Thanks to Rodger Sherman at SB Nation, Shaqtin a Fool curator Mike Goldfarb, and BekoBBL’s Mike Koerner, however, we’ve now got an explanation for the play that, frankly, turns out to be one of the more brilliant clock-defying basketball maneuvers we’ve ever heard of. Seriously, this is some Paul Westphal-in-the-1976-Finals sort of stuff.

Green’s team, Walter Tigers Tübingen, were down two points with 0.4 seconds left in the contest, and Garlon apparently heard the opposing coach ask his player to miss the free throw on purpose. As NBA fans have seen through the years, an intentional miss helps knock valuable tenths of a second off of the clock, denying an opponent the chance to take the ball out and call timeout (on a make) without the clock ticking, forcing them to spend time rebounding the ball and calling for a timeout.
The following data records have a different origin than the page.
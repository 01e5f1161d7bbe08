import { nearRefusalMargin, type ReplicationOptions, type ReplicationStats } from "./engine";
import { BatchSizeSampler, LawSampler } from "./laws";
import { Random, SUBSTREAM } from "./random";
import type { Scenario } from "./scenario";
import type { Law } from "../teletraffic/laws";
import { mmppOf, stationaryOfGenerator } from "./traffic";
import * as ziggurat from "./ziggurat";

// Module-local bindings: module loaders that turn imports into property getters (tsx, vitest)
// would otherwise pay a getter call on every draw.
const { zigExponential, zigNormal, ke, we, kn, wn, exponentialFix, normalFix } = ziggurat;

// Random.next(): (k + 0.5) / 2^32 for the 32-bit word k (random.ts); the loop draws uniforms inline.
const U_STEP = 2.3283064365386963e-10;
const U_HALF = 1.1641532182693481e-10;

/**
 * The specialised event loop: the reference loop's model and event order (engine.ts), with the
 * whole state in locals for the length of a slice, the event list a binary heap keyed on time only
 * (kind and payload packed into one number beside it), and the laws switched on numeric codes
 * inside the loop. With `streams: "ziggurat"` (the default) exponential and normal draws come from
 * ziggurats (ziggurat.ts) instead of logarithms; with `streams: "reference"` every draw is the
 * reference loop's, and a test checks the statistics are bit-identical to engine.ts.
 *
 * A heap keyed on time only pops events due at exactly the same instant in an arbitrary order.
 * That changes nothing when the simultaneous events commute (departures, primary departures); it
 * would when a retry or an abandonment meets another heap event at the same instant, which only
 * lattice laws make possible, so `fastLoopApplies` leaves those scenarios to the reference loop.
 * Time-varying arrivals also stay there (their clock is the reference loop's own).
 */

/**
 * Events in a replication's first slice: enough for V8 to give advance() its feedback vector
 * (allocated after about eight times its bytecode size has run), few enough to end before the
 * loop is optimised (see advance()).
 */
const FIRST_SLICE = 1000;

/** Same instant tolerance as the reference loop (engine.ts TIE; see there why). */
const TIE = 16 * Number.EPSILON;

// Heap entry kinds, packed as data = payload * 4 + kind.
const K_DEPARTURE = 0;
const K_PRIMARY_DEPARTURE = 1;
const K_RETRY = 2;
const K_ABANDON = 3;

const A_POISSON = 0;
const A_MMPP = 1;
const A_RENEWAL = 2;
const A_BATCH = 3;
const A_OVERFLOW = 4;
const A_FINITE = 5;

/**
 * Starting value of every field that will hold fractions. V8 gives a field the representation of the
 * first value stored in it, and a field created holding a small integer that later receives a
 * fraction deprecates the object's hidden class: that deoptimised the loop a few times per run, and
 * again in every fresh worker thread. NaN is a double, and a field left at it would show in the
 * results; the constructor stores every real starting value.
 */
const UNSET = Number.NaN;

export type StreamKind = "ziggurat" | "reference";

export interface FastLoopOptions extends Omit<ReplicationOptions, "generalLoop"> {
  /** "reference" reproduces the reference loop's draws exactly (for the equality test). */
  streams?: StreamKind;
}

const lattice = (law: { law: string } | undefined) => law !== undefined && (law.law === "deterministic" || law.law === "empirical");

/** Why the specialised loop cannot run a scenario, or undefined when it can. */
export function fastLoopRefusal(scenario: Scenario): string | undefined {
  if (scenario.arrivals.process === "time-varying") return "time-varying arrivals";
  const reordering = (scenario.retrials && scenario.retrials.persistence > 0) || scenario.patience;
  if (reordering && (lattice(scenario.holding) || lattice(scenario.patience) || lattice(scenario.retrials?.delay)))
    return "simultaneous heap events of different kinds are possible (lattice laws with retrials or patience)";
  return undefined;
}

/** What a LawSampler keeps (laws.ts): read here to draw the commonest laws where the loop can inline them. */
interface SamplerParameters {
  readonly code: number;
  readonly a: number;
  readonly b: number;
  readonly table: Float64Array;
  readonly values: Float64Array;
}

// The sampler codes of the ziggurat laws drawn inline, taken from laws.ts itself. Means and
// coefficients of variation that are not small integers also settle LawSampler's fields on their
// double representation at load, before any loop is compiled against them.
const codeOf = (law: Law) => new LawSampler(law, { ziggurat: true }).code;
const ZIG_EXPONENTIAL = codeOf({ law: "exponential", mean: 0.5 });
const ZIG_LOGNORMAL = codeOf({ law: "lognormal", mean: 0.5, cv: 0.5 });
const ZIG_HYPEREXPONENTIAL = codeOf({ law: "hyperexponential", mean: 0.5, scv: 4 });

/**
 * LawSampler.sample with the commonest ziggurat laws written out: the same operations in the same
 * order, so the same draws. For the patience draw, which the loop does not write out (advance()
 * writes out the holding, interarrival and retry-delay draws, which are hot). Every other law goes
 * to the sampler.
 */
function draw(sampler: LawSampler, rng: Random): number {
  const p = sampler as unknown as SamplerParameters;
  const code = p.code;
  return code === ZIG_EXPONENTIAL
    ? p.a * zigExponential(rng)
    : code === ZIG_LOGNORMAL
      ? Math.exp(p.a + p.b * zigNormal(rng))
      : code === ZIG_HYPEREXPONENTIAL
        ? hyperexponentialDraw(p, rng)
        : sampler.sample(rng);
}

function hyperexponentialDraw(p: SamplerParameters, rng: Random): number {
  const table = p.table;
  const u = rng.next();
  let i = 0;
  while (i < table.length - 1 && u > table[i]) i++;
  return p.values[i] * zigExponential(rng);
}

/** No law: the parameters `advance` reads for a sampler the scenario does not have. */
const NO_LAW: SamplerParameters = { code: -1, a: 0, b: 0, table: new Float64Array(0), values: new Float64Array(0) };

/** A sampler's parameters, for the laws `advance` draws inline. */
function inlineLaw(sampler: LawSampler | undefined): SamplerParameters {
  return sampler ? (sampler as unknown as SamplerParameters) : NO_LAW;
}

/** Standard exponential draw of the chosen streams; -log(u) is the reference loop's form. */
function unitExponential(rng: Random, zig: boolean): number {
  return zig ? zigExponential(rng) : -Math.log(rng.next());
}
In Green’s mind, gifting his opponents two more points would be well worth it, as the hit to the clock (the time it takes to tip a dunk in) would be negligible, and his Tigers would have about half a second to try and launch a three-pointer while hoping for a bad foul (that would send a Tiger to the line for a potential four-point play). To use Sherman’s words, “being down 4 with one more chance to possess the ball is technically better than being down 2 and never getting the ball back.”

The odds of it working are just about nil, and it didn’t work, but had this been a one-point game prior to Green’s dunk – and had he cleanly dropped it in without wasting a tenth of a second – this would have been a genius move. One that, and we’re genuine here, someone like LeBron James or Paul George should seriously consider, if presented with a similar situation.

Our apologies to the Green family. We will never doubt your motives again.